Following is our collection of Golfers jokes which are very funny. There are some golfers par jokes no one knows (to tell your friends) and to make you laugh out loud. Take your time to read those puns and riddles where you ask a question with answers, or where the setup is the punchline. We hope you will find these golfers blind golfers puns funny enough to tell and make people laugh.
Cause they play the fairway.
were waiting one morning for a particularly slow group of golfers. The engineer fumed, "What's with those guys? We must have been waiting for fifteen minutes!"
The doctor chimed in, "I don't know, but I've never seen such inept golf!"
The priest said, "Here comes the green-keeper. Let's have a word with him."
He said, "Hello George, what's wrong with that group ahead of us? They're rather slow, aren't they?"
The green-keeper replied, "Oh, yes. That's a group of blind firemen. They lost their sight saving our clubhouse from a fire last year, so we always let them play for free anytime."

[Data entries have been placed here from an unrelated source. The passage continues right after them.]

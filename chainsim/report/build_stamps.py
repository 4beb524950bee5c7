"""What a build sheet must not be used for: its stamps, and why."""

from __future__ import annotations

from typing import Any, NamedTuple

from chainsim.findings.finding import DOES_NOT_APPLY, FAILS, NOT_JUDGED
from chainsim.report.build_case import Case
from chainsim.report.text import quantity, unit_of

NOT_FOR_BUILDING = "NOT FOR BUILDING"
NOT_SIMULATED = "NOT SIMULATED"

STAMPED_GROUPS = ("balls", "chain")
"""Groups of findings that stamp a sheet when one of them fails or was not judged."""


class Stamp(NamedTuple):
    """A stamp on the sheet.

    Attributes
    ----------
    word : str
        What is stamped.
    reason : str
        Why, as a sentence.
    """

    word: str
    reason: str


def stamps(case: Case) -> list[Stamp]:
    """Return the stamps of a sheet.

    Parameters
    ----------
    case : Case
        The lift.

    Returns
    -------
    list of Stamp
        The worst first; none only where all situations were simulated and held.
    """
    found = [Stamp(NOT_FOR_BUILDING, reason) for reason in reasons_not_to_build(case)]
    if case.run is None:
        return [
            *found,
            Stamp(NOT_SIMULATED, "Nothing was simulated: all figures are closed forms."),
        ]
    if case.situations_not_run:
        listed = ", ".join(case.situations_not_run)
        found.append(Stamp(NOT_SIMULATED, f"These situations were not simulated: {listed}."))
    return found


def reasons_not_to_build(case: Case) -> list[str]:
    """Return why nothing should be built from a sheet.

    Parameters
    ----------
    case : Case
        The lift.

    Returns
    -------
    list of str
        Sentences; empty where nothing speaks against it.
    """
    if case.run is None:
        return ["No finding about balls or chain was judged: nothing was simulated."]
    has_balls = case.scenario.balls is not None
    reasons = [
        f"{finding.title[0].upper()}{finding.title[1:]}: {_state(finding)}."
        for finding in case.findings
        if finding.group in STAMPED_GROUPS and _speaks_against(finding, has_balls)
    ]
    judged = {finding.name for finding in case.findings}
    if not judged:
        reasons.append("The recording holds no findings.")
    if not case.run.rec.complete:
        reasons.append(f"The run is not complete: {case.run.rec.stop_reason}.")
    return reasons


def _speaks_against(finding: Any, has_balls: bool) -> bool:
    """Tell whether a finding about balls or chain forbids building.

    One that does not apply because no limit was set does not; one about the seat of balls that are
    there does, since held balls cannot fall out and prove nothing.
    """
    if finding.outcome == FAILS:
        return True
    if finding.outcome != NOT_JUDGED:
        return False
    return finding.why != DOES_NOT_APPLY or (finding.name == "balls_stay_seated" and has_balls)


def _state(finding: Any) -> str:
    if finding.outcome == FAILS:
        unit = unit_of(finding.name, finding.unit)
        value = quantity(finding.value, unit) if finding.value is not None else "no value"
        return f"fails ({value}, limit {quantity(finding.limit, unit)})"
    return f"not judged, {finding.why}" + (f" ({finding.note})" if finding.note else "")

The group fell silent for a moment.
The priest said, "That's so sad. I think I will say a special prayer for them tonight."

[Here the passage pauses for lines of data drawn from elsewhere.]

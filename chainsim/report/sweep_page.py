"""A sweep as one self-contained page: ranking, maps, ensemble, runs that failed."""

from __future__ import annotations

from pathlib import Path
from typing import Any

from markupsafe import Markup

from chainsim.errors import ChainsimError
from chainsim.report.images import page_image
from chainsim.report.marks import outcome_bar
from chainsim.report.page import render_page
from chainsim.report.style import OUTCOME_COLORS, plot_style
from chainsim.report.sweep_map import line_in_cells, map_figure
from chainsim.report.text import BLIND_SPOTS, DEFERS
from chainsim.scenario import parse_scenario
from chainsim.study.limit_estimates import estimate
from chainsim.study.limit_questions import question
from chainsim.study.maps import Map
from chainsim.study.ranking import Ranked, reason
from chainsim.study.rows import FAILED, Row
from chainsim.study.sweeping import Sweep
from chainsim.study.tolerances import (
    ensemble_verdict,
    influences,
    result_values,
)

SHOWN = 20
"""Most variants and failures in a table [dimensionless]."""
MAP_TEXT = (
    "Least margin of any finding, as a share of that finding's own scale. "
    "Thick line round what fails, dashed line round what is close."
)
LINE_TEXT = "closed form (free body)"


def render_sweep(sweep: Sweep, path: str | Path) -> Path:
    """Write a sweep as a page.

    Parameters
    ----------
    sweep : Sweep
        The sweep, with whatever is finished of it.
    path : str or Path
        File to write.

    Returns
    -------
    Path
        The file written.
    """
    path = Path(path)
    rows = sweep.rows()
    ranked = sweep.ranking()
    headings, table = ranking_table(sweep, ranked)
    page = render_page(
        "sweep.html.j2",
        title=sweep.plan.title,
        plan_name=Path(sweep.plan.file).name,
        reason=reason(ranked),
        counts=counts_text(rows),
        headings=headings,
        ranking=table,
        plots=map_images(sweep),
        ensemble=ensemble_lines(sweep, rows),
        influences=influence_rows(sweep, rows),
        influence_headings=("axis", "finding", "alone", "95 %", "with all others", "95 %"),
        failures=failure_rows(sweep, rows),
        blind=BLIND_SPOTS,
        defers=DEFERS,
    )
    path.write_text(page, encoding="utf-8")
    return path


def counts_text(rows: list[Row | None]) -> str:
    """How many runs of a sweep are finished, in a sentence."""
    missing = sum(row is None for row in rows)
    failed = sum(row is not None and row.state == FAILED for row in rows)
    text = f"{len(rows) - missing - failed} of {len(rows)} runs are completed"
    return text + (f", {failed} could not be, {missing} are not done yet." if failed or missing
                   else ".")  # fmt: skip


def ranking_table(sweep: Sweep, ranked: list[Ranked]) -> tuple[tuple[str, ...], list[tuple]]:
    """Headings and rows of the table of best variants."""
    axes = [axis.name for axis in sweep.plan.axes]
    headings = ("place", *short_names(axes), "outcome", "weakest finding", "its reserve")
    table = [
        (
            entry.place,
            *(entry.point.labels[name] for name in axes),
            outcome_cell(entry.outcome),
            entry.weakest.replace("_", " "),
            reserve_text(entry.reserve),
        )
        for entry in ranked[:SHOWN]
    ]
    return headings, table


def short_names(names: list[str]) -> list[str]:
    """Last parts of dotted keys, with as many parts as tell them apart."""
    shown = []
    for name in names:
        parts = name.split(".")
        others = [other.split(".") for other in names if other != name]
        length = next(
            n for n in range(1, len(parts) + 1)
            if n == len(parts) or all(other[-n:] != parts[-n:] for other in others)
        )  # fmt: skip
        shown.append(" ".join(parts[-length:]).replace("_", " "))
    return shown


def outcome_cell(word: str) -> Markup:
    """An outcome as word and bar."""
    bar = outcome_bar(word) if word in OUTCOME_COLORS else Markup("")
    return Markup('<span class="outcome">{} <strong>{}</strong></span>').format(bar, word)


def reserve_text(reserve: float) -> str:
    """A reserve in percent of its scale, or a dash where there is none.

    Parameters
    ----------
    reserve : float
        Margin over scale (dimensionless).
    """
    return f"{reserve:.0%}" if abs(reserve) < float("inf") else "–"


def map_images(sweep: Sweep) -> list[dict]:
    """Maps of a sweep as the page shows them."""
    shown = []
    for found in sweep.maps():
        with plot_style():
            figure = map_figure(found, closed_form_line(sweep, found), LINE_TEXT)
        title = f"Reserve where {found.title}" if found.title else "Reserve"
        shown.append(page_image(figure, title, MAP_TEXT))
    return shown


def closed_form_line(sweep: Sweep, found: Map) -> list[tuple[float, float]]:
    """Closed-form boundary of a take-up on a map, for each row of cells.

    Parameters
    ----------
    sweep : Sweep
        The sweep.
    found : Map
        One of its maps.

    Returns
    -------
    list of tuple of float
        Points in cells (dimensionless); empty where the map has no axis with a closed form.
    """
    if found.across.numbers is None:
        return []
    values = [_threshold(sweep, found, label) for label in found.up.labels]
    return line_in_cells(values, found.across)


def _threshold(sweep: Sweep, found: Map, up_label: str) -> float | None:
    """Closed-form take-up in one row of cells [unit of the horizontal axis]."""
    fixed = {**found.fixed, found.up.name: up_label}
    for point in sweep.points:
        if point.refusal is None and fixed.items() <= point.labels.items():
            scenario = parse_scenario(point.text, point.scenario).with_values(point.values)
            return _estimate(scenario, found)
    return None


def _estimate(scenario: Any, found: Map) -> float | None:
    try:
        asked = question(scenario, "takeup")
    except ChainsimError:
        return None
    key = next(iter(asked.values(asked.present)))
    value = estimate(scenario, "takeup").value
    if key != found.across.name or not value:
        return None
    number = float(found.across.labels[0].split()[0])
    in_unit = scenario.with_values({key: found.across.labels[0]})
    return value * number / question(in_unit, "takeup").present


def ensemble_lines(sweep: Sweep, rows: list[Row | None]) -> list[str]:
    """What a sample says as a whole; empty for a grid."""
    if sweep.plan.sample.kind == "grid" or not any(rows):
        return []
    told = ensemble_verdict(rows, sweep.plan.keep.findings)
    lines = [f"A finding fails in {told.failing} variants."]
    if told.losses is not None:
        lines.append(f"Balls lost: {told.losses}.")
        lines.append(
            f"To claim fewer than one loss in 10,000 at 95 %, {told.further_balls:,} balls must be "
            "carried without a loss."
        )
    if told.not_completed:
        lines.append(f"{told.not_completed} runs could not be completed and are counted nowhere.")
    return lines


def influence_rows(sweep: Sweep, rows: list[Row | None]) -> list[tuple]:
    """Which tolerance matters for which finding; empty unless the plan asks for indices."""
    if sweep.plan.sample.kind != "indices" or None in rows:
        return []
    axes = [axis.name for axis in sweep.plan.axes]
    table: list[tuple] = []
    names = {f["name"]: None for row in rows if row is not None for f in row.findings}
    for name in sweep.plan.keep.findings or names:
        try:
            found, _ = influences(result_values(rows, name), axes, sweep.plan.sample.count)
        except ChainsimError:
            continue
        table += [
            (
                entry.axis,
                name.replace("_", " "),
                f"{entry.alone:.2f}",
                "{:.2f} to {:.2f}".format(*entry.alone_range),
                f"{entry.in_all:.2f}",
                "{:.2f} to {:.2f}".format(*entry.in_all_range),
            )
            for entry in found
        ]
    return table


def failure_rows(sweep: Sweep, rows: list[Row | None]) -> list[tuple]:
    """Runs that could not be completed, with their choices and the reason."""
    table = []
    for point, row in zip(sweep.points, rows, strict=True):
        if row is not None and row.failure is not None:
            choices = ", ".join(f"{name} = {label}" for name, label in point.labels.items())
            table.append((point.id, choices, f"{row.failure.code}: {row.failure.text}"))
    return table[:SHOWN]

The doctor said, "Good idea. I'm going to contact my ophthalmologist colleague and see if there's anything he can do for them."

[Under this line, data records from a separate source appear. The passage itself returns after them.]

"""The report page: one self-contained HTML file that opens from disk, with no network."""

from __future__ import annotations

import base64
import hashlib
from functools import cache
from importlib.resources import files
from pathlib import Path
from typing import Any

from jinja2 import Environment, PackageLoader
from markupsafe import Markup

from chainsim import __version__
from chainsim.errors import RecordingError
from chainsim.findings import situations, verdict
from chainsim.report.cautions import cautions
from chainsim.report.findings_view import grouped
from chainsim.report.images import page_image
from chainsim.report.keys import jump_lists, mark_key, tension_key, time_marks
from chainsim.report.marks import outcome_bar
from chainsim.report.moments import marks
from chainsim.report.plots import PLOTS, drawn
from chainsim.report.provenance import provenance_rows
from chainsim.report.scene import build_scene
from chainsim.report.sizing import delivered_text, sizing_rows
from chainsim.report.style import OUTCOME_COLORS
from chainsim.report.text import BLIND_SPOTS, DEFERS, findings_of, overall_outcome, readable
from chainsim.report.values import origin_counts, value_blocks

SPEEDS = ((0.02, "1/50"), (0.05, "1/20"), (0.1, "1/10"), (0.2, "1/5"), (0.5, "1/2"), (1, "1"))
FAST_SPEEDS = ((2, "2"), (4, "4"))

PLOT_SECTIONS = (
    ("tensions", "Tensions"),
    ("sag", "Sag, take-up and seating"),
    ("ride", "Ride"),
    ("drive", "Drive"),
    ("resonance", "Resonance"),
)

CONTENTS = (
    ("verdict", "Verdict"),
    ("limits", "What the model cannot see"),
    ("findings", "Findings"),
    ("motion", "Motion"),
    *PLOT_SECTIONS,
    ("sizing", "Sizing sheet"),
    ("scenario", "Scenario"),
    ("provenance", "Provenance"),
    ("cautions", "Cautions"),
)

MOTION_CHANNELS = ("pins/position", "pins/velocity", "links/tension", "sprockets/angle")
"""What a recording must hold to be played."""

LEAST_SAMPLES = 3
"""Fewest samples that can be shown [dimensionless]."""

SCRIPT_FILES = ("printing.js", "player_frames.js", "player_drawing.js", "player_controls.js")


def render_report(rec: Any, path: str | Path) -> Path:
    """Write the report page of a run.

    Parameters
    ----------
    rec : Recording
        The run; findings that it does not hold are judged now.
    path : str or Path
        File to write.

    Returns
    -------
    Path
        The file written.
    """
    path = Path(path)
    path.write_text(report_html(rec), encoding="utf-8")
    return path


def report_html(rec: Any) -> str:
    """Return the report page of a run as text."""
    if len(rec.time) < LEAST_SAMPLES:
        name = rec.path or "recording"
        raise RecordingError(f"{name}: {len(rec.time)} samples are too few to show")
    findings = findings_of(rec)
    has_motion = all(name in rec for name in MOTION_CHANNELS)
    found = marks(rec, findings) if has_motion else []
    scene, frames = build_scene(rec, findings) if has_motion else (None, "")
    reserve = rec.scenario.limits.reserve
    return render_page(
        "report.html.j2",
        script=page_script(),
        title=rec.scenario.title or rec.scenario.stem,
        view=rec.scenario.view,
        created=rec.attrs.get("created", "at an unknown date"),
        span=f"{rec.time[-1] - rec.time[0]:.2f} s simulated, {len(rec.time)} samples.",
        contents=CONTENTS,
        overall=overall_outcome(findings),
        verdict=readable(verdict(findings, situations(rec))),
        complete=rec.complete,
        stop_reason=rec.stop_reason,
        remarks=[str(remark.text) for remark in rec.scenario.remarks],
        blind=BLIND_SPOTS,
        reserve=f"{100 * reserve:.0f} %",
        bars=[(outcome, outcome_bar(outcome)) for outcome in OUTCOME_COLORS],
        groups=grouped(findings, reserve, found),
        frame_rate=round(scene["rate"]) if scene else 0,
        tension_key=tension_key(scene["tension"]["top"]) if scene else "",
        speeds=SPEEDS + FAST_SPEEDS,
        sprockets=[sprocket.name for sprocket in rec.scenario.sprocket],
        length_ms=round(1000 * (rec.time[-1] - rec.time[0])),
        time_marks=time_marks(found, float(rec.time[0]), float(rec.time[-1])),
        mark_key=mark_key(),
        jump_lists=jump_lists(found),
        plot_parts=plot_parts(rec),
        sizing=sizing_rows(rec),
        delivered=delivered_text(rec),
        origin_text=origin_counts(rec.scenario),
        values=value_blocks(rec.scenario),
        scenario_text=rec.scenario_texts.get("text") or rec.scenario.text,
        provenance=provenance_rows(rec),
        cautions=cautions(rec),
        defers=DEFERS,
        scene=scene,
        frames=frames,
    )


def render_page(template: str, script: str = "", **values: Any) -> str:
    """Fill in a page template; style and script are allowed by their hashes, nothing else is.

    Parameters
    ----------
    template : str
        File name of the template.
    script : str
        The page's own script.
    **values : object
        What the template needs.
    """
    style = resource("page.css")
    return (
        environment()
        .get_template(template)
        .render(
            version=__version__,
            style=Markup(style),
            style_hash=csp_hash(style),
            script=Markup(script),
            script_hash=csp_hash(script),
            **values,
        )
    )


@cache
def environment() -> Environment:
    """Return the template environment, with escaping switched on."""
    return Environment(
        loader=PackageLoader("chainsim.report"),
        autoescape=True,
        trim_blocks=True,
        lstrip_blocks=True,
    )


@cache
def resource(name: str) -> str:
    """Return the text of a file beside the templates."""
    return (files("chainsim.report") / "templates" / name).read_text(encoding="utf-8")


@cache
def page_script() -> str:
    """Return the script of the page: its files in one function scope."""
    body = "\n".join(resource(name) for name in SCRIPT_FILES)
    return f'"use strict";\n(function () {{\n{body}\n}})();'


def csp_hash(text: str) -> str:
    """Return the source expression that allows exactly this inline text."""
    digest = hashlib.sha256(text.encode("utf-8")).digest()
    return f"sha256-{base64.b64encode(digest).decode('ascii')}"


def plot_parts(rec: Any) -> list[dict]:
    """Return the plots of the page, section by section."""
    images: dict[str, list[dict]] = {section: [] for section, _ in PLOT_SECTIONS}
    for plot in PLOTS:
        figure = drawn(plot, rec)
        if figure is not None:
            images[plot.section].append(page_image(figure, plot.title, plot.text))
    return [{"id": i, "title": title, "plots": images[i]} for i, title in PLOT_SECTIONS]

The engineer said, "Why can't they play at night?"
Incase he gets a hole in one
Two men were playing golf one afternoon when just as they are about to play an important putt on the final hole for the match a large funeral procession passes by on the road at the side of the golf course. One of the men stops in mid putt, removes his cap, bows his head in prayer. The second man retorts "Woah man, that was really respectful". "Well, we had been married for over 25 years" said the other man.
They always have good lies
Because they're good at picking their drivers.
Because the bus route doesn't go to the country club.
The unfairway
Three ninety eight!
Just in case they get a hole in one.
because they can't drive.
You can explore golfers hole reddit one liners, including funnies and gags. Read them and you will understand what jokes are funny? Those of you who have teens can tell them clean golfers young golfer dad jokes. There are also golfers puns for kids, 5 year olds, boys and girls.
Because they swing both ways
The bogey monster
They have a bad stroke
The bogeyman
"What's your handicap?"
One day out on a golf course, a team of policemen, firemen, and engineers were getting ready to tee off, when another team of all blind golfers, who never shot above par, asked if they could go first. The policemen said, "we're impressed that you can golf blind, sure go ahead." The firemen said, "your inspiration to keep doing what you enjoy even though you can't see. Sure, you can go." The engineers said, "can't you just golf at night?"
Incase they get a hole in one.
in case they get a hole in one
They both want to get the hole in juan
That was a really nice thing to do, the second golfer says. It's good to see there is still some respect in the world.
Well, it's only right, the first golfer replies. I was married to her for 35 years.
Golfers: Fore Catholics: Kneel
The sand trap.
Thanks.
FORE!
In case they get a hole in one
Three golfers lying about their game
Putter around.
Just in case they have hole in one.
In case they get a hole in one.
Just in case they get a hole in one!
Because he stroked out!
Just think that there are jokes based on truth that can bring down governments, or jokes which make girl laugh. Many of the golfers fore jokes and puns are jokes supposed to be funny, but some can be offensive. When jokes go too far, are mean or racist, we try to silence them and it will be great if you give us feedback every time when a joke become bullying and inappropriate.
We suggest to use only working golfers fumed piadas for adults and blagues for friends. Some of the dirty witze and dark jokes are funny, but use them with caution in real life. Try to remember funny jokes you've never heard to tell your friends and will make you laugh.